Directions
Whenever the word "strings" turns up in a line below, that line should be copied.

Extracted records
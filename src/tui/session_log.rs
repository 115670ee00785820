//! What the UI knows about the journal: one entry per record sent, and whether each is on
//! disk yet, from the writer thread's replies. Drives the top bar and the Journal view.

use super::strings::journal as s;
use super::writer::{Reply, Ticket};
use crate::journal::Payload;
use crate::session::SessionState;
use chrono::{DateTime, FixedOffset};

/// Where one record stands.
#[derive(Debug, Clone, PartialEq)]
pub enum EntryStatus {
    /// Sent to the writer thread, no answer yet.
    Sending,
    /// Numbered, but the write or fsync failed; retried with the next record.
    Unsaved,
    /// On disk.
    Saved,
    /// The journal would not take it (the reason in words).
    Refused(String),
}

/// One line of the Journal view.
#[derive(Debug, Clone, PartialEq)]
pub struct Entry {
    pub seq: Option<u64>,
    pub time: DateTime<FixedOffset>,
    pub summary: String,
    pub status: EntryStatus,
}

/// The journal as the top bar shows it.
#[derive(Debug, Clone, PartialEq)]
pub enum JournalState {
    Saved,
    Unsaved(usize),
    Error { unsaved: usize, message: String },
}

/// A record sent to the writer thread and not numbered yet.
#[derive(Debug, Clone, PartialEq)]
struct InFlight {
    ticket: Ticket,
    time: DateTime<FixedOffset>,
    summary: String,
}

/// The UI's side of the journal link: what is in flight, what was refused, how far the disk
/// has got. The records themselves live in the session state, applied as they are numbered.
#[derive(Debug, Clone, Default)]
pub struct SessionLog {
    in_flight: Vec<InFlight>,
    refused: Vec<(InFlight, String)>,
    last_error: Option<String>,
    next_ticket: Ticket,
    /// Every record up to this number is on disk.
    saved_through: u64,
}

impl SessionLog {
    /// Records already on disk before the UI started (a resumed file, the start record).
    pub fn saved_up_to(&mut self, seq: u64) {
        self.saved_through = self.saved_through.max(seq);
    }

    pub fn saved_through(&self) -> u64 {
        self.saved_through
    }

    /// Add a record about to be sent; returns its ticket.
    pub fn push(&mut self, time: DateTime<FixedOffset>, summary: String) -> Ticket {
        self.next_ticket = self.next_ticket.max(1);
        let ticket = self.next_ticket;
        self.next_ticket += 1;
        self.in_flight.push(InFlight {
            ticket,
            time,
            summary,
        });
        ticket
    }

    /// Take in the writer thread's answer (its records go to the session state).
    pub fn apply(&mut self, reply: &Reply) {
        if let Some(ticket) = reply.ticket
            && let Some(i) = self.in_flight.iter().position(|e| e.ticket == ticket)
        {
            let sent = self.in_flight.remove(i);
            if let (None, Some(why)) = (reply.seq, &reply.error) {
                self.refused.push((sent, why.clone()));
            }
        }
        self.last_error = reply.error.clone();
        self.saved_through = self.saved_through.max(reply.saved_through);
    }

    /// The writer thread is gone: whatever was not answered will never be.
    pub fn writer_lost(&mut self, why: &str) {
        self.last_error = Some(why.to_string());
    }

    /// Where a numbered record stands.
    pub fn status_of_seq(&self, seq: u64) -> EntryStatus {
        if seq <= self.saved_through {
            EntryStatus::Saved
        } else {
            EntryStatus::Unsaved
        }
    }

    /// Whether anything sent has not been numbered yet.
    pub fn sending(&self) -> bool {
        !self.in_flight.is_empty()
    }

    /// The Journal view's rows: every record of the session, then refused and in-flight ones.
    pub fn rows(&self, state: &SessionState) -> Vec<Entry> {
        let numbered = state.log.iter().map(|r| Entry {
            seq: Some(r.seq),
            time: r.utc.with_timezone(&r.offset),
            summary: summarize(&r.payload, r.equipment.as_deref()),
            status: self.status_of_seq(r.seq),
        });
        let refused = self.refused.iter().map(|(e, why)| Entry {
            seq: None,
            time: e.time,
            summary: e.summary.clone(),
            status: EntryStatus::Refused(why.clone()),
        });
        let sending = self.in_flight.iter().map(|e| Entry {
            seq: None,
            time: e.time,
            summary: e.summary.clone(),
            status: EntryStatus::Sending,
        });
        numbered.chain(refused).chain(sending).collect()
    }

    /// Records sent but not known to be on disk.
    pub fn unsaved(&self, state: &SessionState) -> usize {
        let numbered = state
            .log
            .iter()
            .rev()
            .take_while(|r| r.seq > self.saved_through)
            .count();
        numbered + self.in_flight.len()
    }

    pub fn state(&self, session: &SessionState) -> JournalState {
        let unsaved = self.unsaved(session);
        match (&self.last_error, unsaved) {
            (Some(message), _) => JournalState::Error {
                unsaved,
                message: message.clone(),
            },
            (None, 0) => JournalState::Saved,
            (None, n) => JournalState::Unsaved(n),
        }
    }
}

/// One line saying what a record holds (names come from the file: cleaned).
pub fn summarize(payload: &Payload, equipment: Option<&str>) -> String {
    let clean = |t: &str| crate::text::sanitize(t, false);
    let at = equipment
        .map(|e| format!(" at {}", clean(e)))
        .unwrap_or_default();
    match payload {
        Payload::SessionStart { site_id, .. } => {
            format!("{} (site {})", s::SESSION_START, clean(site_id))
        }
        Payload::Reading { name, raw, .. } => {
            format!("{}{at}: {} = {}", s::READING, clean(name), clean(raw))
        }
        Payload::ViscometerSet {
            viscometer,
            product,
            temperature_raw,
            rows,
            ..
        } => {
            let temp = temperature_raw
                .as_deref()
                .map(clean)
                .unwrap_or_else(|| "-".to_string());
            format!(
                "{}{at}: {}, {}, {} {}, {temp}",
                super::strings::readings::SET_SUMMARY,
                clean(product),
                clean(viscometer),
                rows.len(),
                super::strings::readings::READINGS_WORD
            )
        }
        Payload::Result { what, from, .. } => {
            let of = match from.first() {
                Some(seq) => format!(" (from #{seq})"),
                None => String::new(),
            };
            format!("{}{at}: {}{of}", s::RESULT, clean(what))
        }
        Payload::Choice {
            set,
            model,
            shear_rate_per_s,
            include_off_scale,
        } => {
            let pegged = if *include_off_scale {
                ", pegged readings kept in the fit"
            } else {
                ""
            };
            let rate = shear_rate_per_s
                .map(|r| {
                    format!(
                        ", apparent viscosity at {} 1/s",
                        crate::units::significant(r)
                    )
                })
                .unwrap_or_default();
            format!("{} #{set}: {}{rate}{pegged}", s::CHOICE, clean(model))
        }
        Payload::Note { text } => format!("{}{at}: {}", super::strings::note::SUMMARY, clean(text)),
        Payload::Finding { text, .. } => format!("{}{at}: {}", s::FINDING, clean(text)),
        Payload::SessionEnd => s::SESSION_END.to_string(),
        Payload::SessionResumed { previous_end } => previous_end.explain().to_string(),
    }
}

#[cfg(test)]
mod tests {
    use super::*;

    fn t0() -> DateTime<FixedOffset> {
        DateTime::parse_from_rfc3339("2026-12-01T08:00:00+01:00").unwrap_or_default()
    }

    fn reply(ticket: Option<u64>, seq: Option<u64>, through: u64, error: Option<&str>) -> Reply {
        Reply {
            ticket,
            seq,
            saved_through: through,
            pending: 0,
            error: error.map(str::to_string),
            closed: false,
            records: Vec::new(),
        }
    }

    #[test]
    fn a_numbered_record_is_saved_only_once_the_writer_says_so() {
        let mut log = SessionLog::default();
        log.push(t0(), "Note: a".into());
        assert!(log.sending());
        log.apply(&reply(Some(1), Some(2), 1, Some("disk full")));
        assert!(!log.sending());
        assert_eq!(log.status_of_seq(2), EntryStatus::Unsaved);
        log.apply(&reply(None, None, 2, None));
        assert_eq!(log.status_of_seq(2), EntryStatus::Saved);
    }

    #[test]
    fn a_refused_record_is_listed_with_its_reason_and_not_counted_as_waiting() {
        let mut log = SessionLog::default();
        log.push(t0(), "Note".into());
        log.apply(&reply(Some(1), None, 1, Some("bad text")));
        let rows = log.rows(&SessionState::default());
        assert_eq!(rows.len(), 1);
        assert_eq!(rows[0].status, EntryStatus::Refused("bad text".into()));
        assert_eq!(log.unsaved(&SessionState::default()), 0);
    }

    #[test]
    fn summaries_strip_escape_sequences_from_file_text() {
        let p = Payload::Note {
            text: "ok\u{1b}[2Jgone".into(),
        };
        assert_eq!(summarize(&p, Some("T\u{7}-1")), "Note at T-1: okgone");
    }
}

Result for this exercise
use super::strings::journal as s;
                super::strings::readings::SET_SUMMARY,
                super::strings::readings::READINGS_WORD
        Payload::Note { text } => format!("{}{at}: {}", super::strings::note::SUMMARY, clean(text)),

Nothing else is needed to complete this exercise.